Potuluri Veerabrahmam (పోతులూరి వీరబ్రహ్మేంద్రస్వామి, also known as Brahmamgaru), was a Hindu saint who lived in Andhra Pradesh. He is known for the Kalagnanam, a book of predictions written in Telugu around the 16th century.

== Legendary account ==

According to a legend, Veerabrahmendra swamy was born to a Vishwabrahmana couple, Paripurnayacharya and Prakruthamba, near the river Sarasvati River in Brahmandapuram. The couple abandoned him at birth and Veerambrahmam was brought up at Atri Mahamuni ashram near Varanasi. Later Veerabhojayacharya, Head of the Papagni Mutt, Chikballapur, Karnataka, was on a pilgrimage with his wife. The couple visited the Sage Atri ashram, and sage Atri gave the child to the couple. They received the child as a divine gift and returned to Papagni Mutt. The child was named 'Veeram Bhotlaiah'.
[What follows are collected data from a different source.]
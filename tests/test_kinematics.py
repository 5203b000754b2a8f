"""Machine kinematics: ratios, source frequencies and peak labels from first principles."""

import json
import math
from dataclasses import replace

import numpy as np
import pytest
from hypothesis import given
from hypothesis import strategies as st

from engine.bearings import (BearingGeometry, defect_frequencies_hz, defect_markers,
                             defect_orders)
from engine.demo_plant import (BELT_ORDER, FAN_BLADES, FAN_RATIO, OUTPUT_RATIO, PLANT,
                               PUMP_VANES)
from engine.errors import InputError
from engine.kinematics import (BearingAt, BeltDrive, BladeRow, GearPair, MachineModel, Shaft,
                               Source, label_peaks, model_from_demo, sources)
from engine.peaks import Peak, find_peaks
from engine.simulate import MachineSignal, synthesize
from engine.spectrum import SpectrumSettings, compute_spectrum

# Case Western Reserve University Bearing Data Center: the drive-end bearing of the rig
# (9 balls of 0.3126 in on a 1.537 in pitch circle) and its published BPFO multiple.
CWRU_DRIVE_END = BearingGeometry("drive end", 9, 0.3126, 1.537, unit="in")
CWRU_BPFO_ORDER = 3.5848


def gearbox(**extra) -> MachineModel:
    return MachineModel((Shaft("input", 1.0), Shaft("output")),
                        gears=(GearPair("input", "output", 23, 67),), **extra)


def named(source_list, name: str) -> Source:
    hits = [s for s in source_list if s.name == name]
    assert len(hits) == 1, (name, [s.name for s in source_list])
    return hits[0]


def test_gear_mesh_of_a_23_tooth_pinion_at_1480_rpm():
    # First principles: mesh = teeth × shaft speed = 23 × 1480 / 60 = 567.33 Hz, the same
    # from the wheel's side (67 teeth at 1480 · 23/67 rpm); sidebands sit ± the shaft rates.
    model = gearbox()
    assert model.ratio("output") == pytest.approx(23 / 67, rel=1e-15)
    src = sources(model, 1480.0, harmonics=2)
    mesh = named(src, "gear mesh input–output")
    assert mesh.frequency_hz == pytest.approx(567.3333333, abs=1e-6)
    assert mesh.frequency_hz == pytest.approx(67 * 1480 * 23 / 67 / 60, rel=1e-12)
    assert mesh.kind == "gear_mesh" and mesh.order_of_reference == pytest.approx(23.0)
    assert named(src, "2×gear mesh input–output").frequency_hz == pytest.approx(2 * 567.33333)
    f_in, f_out = 1480 / 60, 1480 / 60 * 23 / 67
    for name, expected in (("−1× input", -f_in), ("+2× input", 2 * f_in),
                           ("−2× output", -2 * f_out), ("+1× output", f_out)):
        s = named(src, f"gear mesh input–output {name}")
        assert s.kind == "sideband" and s.family == "gear mesh"
        assert s.frequency_hz == pytest.approx(567.33333 + expected, abs=1e-4)


@given(driver=st.integers(5, 200), driven=st.integers(5, 200), rpm=st.floats(60.0, 6000.0))
def test_both_gears_mesh_at_the_same_frequency(driver, driven, rpm):
    # First principles: the teeth passing the mesh per second are the same on both gears.
    model = MachineModel((Shaft("a", 1.0), Shaft("b")),
                         gears=(GearPair("a", "b", driver, driven),))
    mesh = [s for s in sources(model, rpm, harmonics=1) if s.kind == "gear_mesh"][0]
    f_b = model.ratio("b") * rpm / 60
    assert mesh.frequency_hz == pytest.approx(driven * f_b, rel=1e-12)
    assert mesh.frequency_hz == pytest.approx(driver * rpm / 60, rel=1e-12)


def test_belt_ratio_and_belt_frequency_from_diameters():
    # First principles: without creep the belt's surface speed π·d·n is the same at both
    # pulleys, so n_fan = n_motor · d_motor / d_fan, and a belt of length L passes a point
    # π·d·n/L times a second.
    model = MachineModel((Shaft("motor", 1.0), Shaft("fan")),
                         belts=(BeltDrive("motor", "fan", 180.0, 300.0, 2400.0),))
    assert model.ratio("fan") == pytest.approx(0.6, rel=1e-15)
    src = sources(model, 1460.0)
    assert named(src, "fan 1×").frequency_hz == pytest.approx(1460 / 60 * 0.6)
    belt = named(src, "belt motor–fan")
    assert belt.kind == "belt"
    assert belt.frequency_hz == pytest.approx(math.pi * 180.0 * (1460 / 60) / 2400.0, rel=1e-12)
    assert named(src, "2×belt motor–fan").frequency_hz == pytest.approx(2 * belt.frequency_hz)


def test_a_given_ratio_is_kept_and_a_driver_ratio_is_found_backwards():
    # First principles: the driver turns at driven · d_driven / d_driver.
    model = MachineModel((Shaft("motor"), Shaft("fan", 0.5)),
                         belts=(BeltDrive("motor", "fan", 100.0, 200.0),))
    assert model.ratios == {"motor": pytest.approx(1.0), "fan": 0.5}


def test_bearing_sources_equal_engine_bearings():
    model = MachineModel((Shaft("motor", 1.0),),
                         bearings=(BearingAt("motor", CWRU_DRIVE_END, "DE"),))
    rpm = 1797.0
    src = sources(model, rpm, harmonics=3)
    hz = defect_frequencies_hz(CWRU_DRIVE_END, rpm)
    # CWRU Bearing Data Center table: BPFO = 3.5848 × shaft speed.
    assert named(src, "DE BPFO").frequency_hz == pytest.approx(CWRU_BPFO_ORDER * rpm / 60,
                                                              rel=1e-4)
    for family, key in (("FTF", "ftf"), ("BSF", "bsf"), ("BPFO", "bpfo"), ("BPFI", "bpfi")):
        for h in (1, 2, 3):
            label = family if h == 1 else f"{h}×{family}"
            s = named(src, f"DE {label}")
            assert s.kind == "bearing" and s.family == family and s.shaft == "motor"
            assert s.frequency_hz == pytest.approx(h * hz[key], rel=1e-12)
    markers = defect_markers(CWRU_DRIVE_END, rpm / 60, harmonics=3, sidebands=2)
    mine = sorted((s.frequency_hz, s.name) for s in src if s.name.startswith("DE "))
    assert mine == sorted((m.frequency_hz, f"DE {m.label}") for m in markers)


def test_shaft_orders_and_subharmonic():
    src = sources(MachineModel((Shaft("pump", 1.0),)), 1500.0, harmonics=4)
    orders = [s for s in src if s.kind == "order"]
    assert [(s.name, s.family) for s in orders] == [
        ("pump 0.5×", "subharmonic"), ("pump 1×", "running speed"), ("pump 2×", "running speed"),
        ("pump 3×", "running speed"), ("pump 4×", "running speed")]
    assert [s.frequency_hz for s in orders] == pytest.approx([12.5, 25.0, 50.0, 75.0, 100.0])


def test_blade_pass_is_count_times_shaft_speed():
    model = MachineModel((Shaft("motor", 1.0), Shaft("fan", 0.6)),
                         blades=(BladeRow("fan", 8),))
    src = sources(model, 1500.0)
    # First principles: 8 blades pass a point 8 times a fan revolution (15 Hz).
    assert named(src, "blade pass fan").frequency_hz == pytest.approx(8 * 15.0)
    assert named(src, "3×blade pass fan").frequency_hz == pytest.approx(3 * 8 * 15.0)


def test_line_frequency_and_twice_line_for_a_50_hz_motor():
    # First principles: magnetic pull peaks twice per supply cycle, 2 × 50 = 100 Hz; a
    # 4-pole motor on 50 Hz turns synchronously at 120·50/4 = 1500 rpm, so at 1480 rpm
    # the slip is 20 rpm = 1/3 Hz and the pole pass 4 × 1/3 = 4/3 Hz.
    model = MachineModel((Shaft("motor", 1.0),), line_frequency_hz=50.0,
                         motor_shaft="motor", poles=4)
    src = sources(model, 1480.0)
    assert named(src, "line").frequency_hz == 50.0
    assert named(src, "2× line").frequency_hz == 100.0
    assert named(src, "2× line").kind == "line"
    assert named(src, "pole pass").frequency_hz == pytest.approx(4 / 3, rel=1e-12)
    assert named(src, "motor 1× +pole pass").frequency_hz == pytest.approx(1480 / 60 + 4 / 3)
    assert [s.frequency_hz for s in src] == sorted(s.frequency_hz for s in src)


def test_label_peaks_lists_matches_closest_first():
    def src(name, f):
        return Source(name, f, "order", "x", f / 10.0, "running speed")

    pool = [src("a", 100.0), src("b", 100.6), src("c", 99.7), src("far", 110.0)]
    peak = Peak(frequency_hz=100.2, amplitude=1.0, line=160, prominence_db=20.0)
    (labelled,) = label_peaks([peak], pool, tolerance_pct=1.0)
    assert [s.name for s, _ in labelled.matches] == ["a", "b", "c"]
    assert [e for _, e in labelled.matches] == pytest.approx([0.2, -0.4, 0.5])
    assert labelled.best.name == "a"
    (wide,) = label_peaks([peak], pool, tolerance_hz=10.0)
    assert [s.name for s, _ in wide.matches] == ["a", "b", "c", "far"]
    (none,) = label_peaks([replace(peak, frequency_hz=500.0)], pool)
    assert none.matches == [] and none.best is None
    json.dumps(labelled.as_dict())


def test_peaks_of_a_simulated_pump_are_labelled_with_their_sources():
    model = model_from_demo(PLANT.machine("P-101"))
    rpm, fs = 1480.0, 12800.0
    sig = MachineSignal(rpm=rpm, orders={1.0: (0.02, 0.0), float(PUMP_VANES): (0.05, 1.0)},
                        fixed_tones_hz={100.0: 0.01}, noise_g_rms=0.001, seed=3)
    x = synthesize(sig, fs_hz=fs, duration_s=4.0).channels[0].samples
    spec = compute_spectrum(x, fs, settings=SpectrumSettings(fmax_hz=1000.0, lines=1600))
    peaks = find_peaks(spec, count=3)
    labels = label_peaks(peaks, sources(model, rpm), tolerance_hz=spec.resolution_hz)
    best = {round(lp.peak.frequency_hz): lp.best.name for lp in labels}
    assert best[123] == "blade pass pump"        # 5 vanes × 24.67 Hz
    assert best[100] == "2× line"
    assert best[25] in ("motor 1×", "pump 1×")   # the two shafts turn together


@pytest.mark.parametrize("machine", PLANT.machines, ids=lambda m: m.tag)
def test_as_dict_from_dict_round_trip(machine):
    model = model_from_demo(machine)
    text = json.dumps(model.as_dict())
    again = MachineModel.from_dict(json.loads(text))
    assert again == model
    assert sources(again, machine.nominal_rpm) == sources(model, machine.nominal_rpm)


def test_model_from_demo_carries_the_demo_kinematics():
    gears = model_from_demo(PLANT.machine("G-401"))
    assert gears.ratio("output") == pytest.approx(OUTPUT_RATIO, rel=1e-12)
    assert gears.gears == (GearPair("input", "output", 23, 67),)
    fan = model_from_demo(PLANT.machine("F-201"))
    assert fan.ratio("fan") == pytest.approx(FAN_RATIO, rel=1e-12)
    belt = named(sources(fan, 1460.0), "belt motor–fan")
    assert belt.order_of_reference == pytest.approx(BELT_ORDER, rel=1e-12)
    assert fan.blades == (BladeRow("fan", FAN_BLADES),)
    assert {(b.shaft, b.label) for b in fan.bearings} == {("motor", "motor DE"),
                                                          ("fan", "fan DE"), ("fan", "fan NDE")}
    assert model_from_demo(PLANT.machine("B-301")).poles == 2
    with pytest.raises(InputError, match="DemoMachine"):
        model_from_demo("F-201")


GOOD = {"shafts": [{"name": "motor", "ratio": 1.0}, {"name": "out", "ratio": None}],
        "gears": [{"driver_shaft": "motor", "driven_shaft": "out", "driver_teeth": 20,
                   "driven_teeth": 40}]}


def changed(path, value):
    data = json.loads(json.dumps(GOOD))
    part, index, key = path
    data[part][index][key] = value
    return data


@pytest.mark.parametrize("data, field", [
    (changed(("shafts", 0, "ratio"), -1.0), "shafts[0].ratio"),
    (changed(("shafts", 1, "name"), ""), "shafts[1].name"),
    (changed(("gears", 0, "driver_teeth"), 0), "gears[0].driver_teeth"),
    (changed(("gears", 0, "driven_teeth"), 2.5), "gears[0].driven_teeth"),
    (changed(("gears", 0, "driven_shaft"), "nowhere"), "gears[0].driven_shaft"),
    (changed(("gears", 0, "driven_shaft"), "motor"), "gears[0].driven_shaft"),
    (changed(("shafts", 1, "ratio"), 0.9), "gears[0]"),
    ({**GOOD, "gears": []}, "shafts[1].ratio"),
    ({**GOOD, "poles": 3, "line_frequency_hz": 50.0, "motor_shaft": "motor"}, "poles"),
    ({**GOOD, "poles": 4}, "poles"),
    ({**GOOD, "line_frequency_hz": -50.0}, "line_frequency_hz"),
    ({**GOOD, "motor_shaft": "rotor"}, "motor_shaft"),
    ({**GOOD, "blades": [{"shaft": "out", "count": 0}]}, "blades[0].count"),
    ({**GOOD, "belts": [{"driver_shaft": "motor", "driven_shaft": "out", "driver_diameter": 100,
                         "driven_diameter": 200, "belt_length": 100}]}, "belts[0].belt_length"),
    ({**GOOD, "bearings": [{"shaft": "out", "label": "x", "geometry": {
        "label": "g", "elements": 2, "element_diameter": 1.0, "pitch_diameter": 5.0}}]},
     "bearings[0].geometry"),
    ({**GOOD, "shafts": [{"name": "motor", "ratio": 1.0, "speed": 3}]}, "shafts[0]"),
    ({**GOOD, "gears": [{"driver_shaft": "motor", "driven_shaft": "out"}]},
     "gears[0].driver_teeth is missing"),
    ({**GOOD, "colour": "red"}, "colour"),
    ({**GOOD, "shafts": [{"name": "a", "ratio": 1.0}, {"name": "a", "ratio": 2.0}]},
     "shafts[1].name"),
])
def test_invalid_models_raise_input_error_naming_the_field(data, field):
    with pytest.raises(InputError) as err:
        MachineModel.from_dict(data, source="plant.json")
    assert str(err.value).startswith("plant.json: machine model")
    assert field in str(err.value)


def test_parts_check_their_own_fields():
    with pytest.raises(InputError, match=r"GearPair\.driver_teeth"):
        GearPair("a", "b", 0, 5)
    with pytest.raises(InputError, match=r"BeltDrive\.driven_diameter"):
        BeltDrive("a", "b", 100.0, float("nan"))
    with pytest.raises(InputError, match=r"BearingAt\.geometry"):
        BearingAt("a", {"elements": 9}, "DE")
    with pytest.raises(InputError, match="shafts"):
        MachineModel(())
    with pytest.raises(InputError, match="harmonics"):
        sources(gearbox(), 1480.0, harmonics=0)
    with pytest.raises(InputError, match="reference_rpm"):
        sources(gearbox(), -5.0)
    with pytest.raises(InputError, match="tolerance_pct"):
        label_peaks([], [], tolerance_pct=-1.0)


def test_bearing_orders_scale_with_the_shaft_the_bearing_is_on():
    # First principles: a bearing turns with its shaft, so its defect lines scale with
    # that shaft's ratio (here the gearbox output at 23/67 of the input).
    geo = BearingGeometry("out", 10, 11.1, 58.5)
    model = gearbox(bearings=(BearingAt("output", geo, "out"),))
    bpfo = named(sources(model, 1480.0), "out BPFO")
    assert bpfo.frequency_hz == pytest.approx(defect_orders(geo).bpfo * 1480 / 60 * 23 / 67)
    assert np.isclose(bpfo.order_of_reference, defect_orders(geo).bpfo * 23 / 67)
Veerabrahmendra Swamy, then known as the Veeram Bhotlaiah at Papagni Mutt authored the Kalikamba Sapthashathi (the manuscript written in praise of goddess Kali) at the age of 11. A few days later, Veerabhojayacharya made a sacrifice and Veeram Bhotlaiah told his stepmother that he had refused to take homage responsibilities and started his spiritual journey. His first disciple was Dudekula Siddaiah his second disciple was Kakaiah Madiga and Brahmana annajaya, People started listening to Veeram Bhotlaiah's chanting and philosophical poems, and as a sign of respect they called him 'Sri Madvirat Pothuluri Veera Brahmendra Swami'.

Veerabrahmendra Swamy attained Jiva Samadhi at Brahmam gari Matam, Kadapa District on Kartika Shudda Dwadasi.

==Legacy==
- Brahmamgari matam in Kadapa district is a pilgrimage center in Andhra Pradesh.
- Editor T Ganapati Sastri of the book BrahmaTatwa Prakasika of Sadasivendra Saraswati (Trivandrum Sanskrit Series No VII), published in 1909, makes passing mention of a Tamil work called Acharya-Darpana that supposedly details his deeds.
- Srimadvirat Veerabrahmendra Swami Charitra is a 1984 film about his life. The Late Chief Minister of Andhra Pradesh N. T. Rama Rao acted and directed the film, which became a hit in Andhra Pradesh.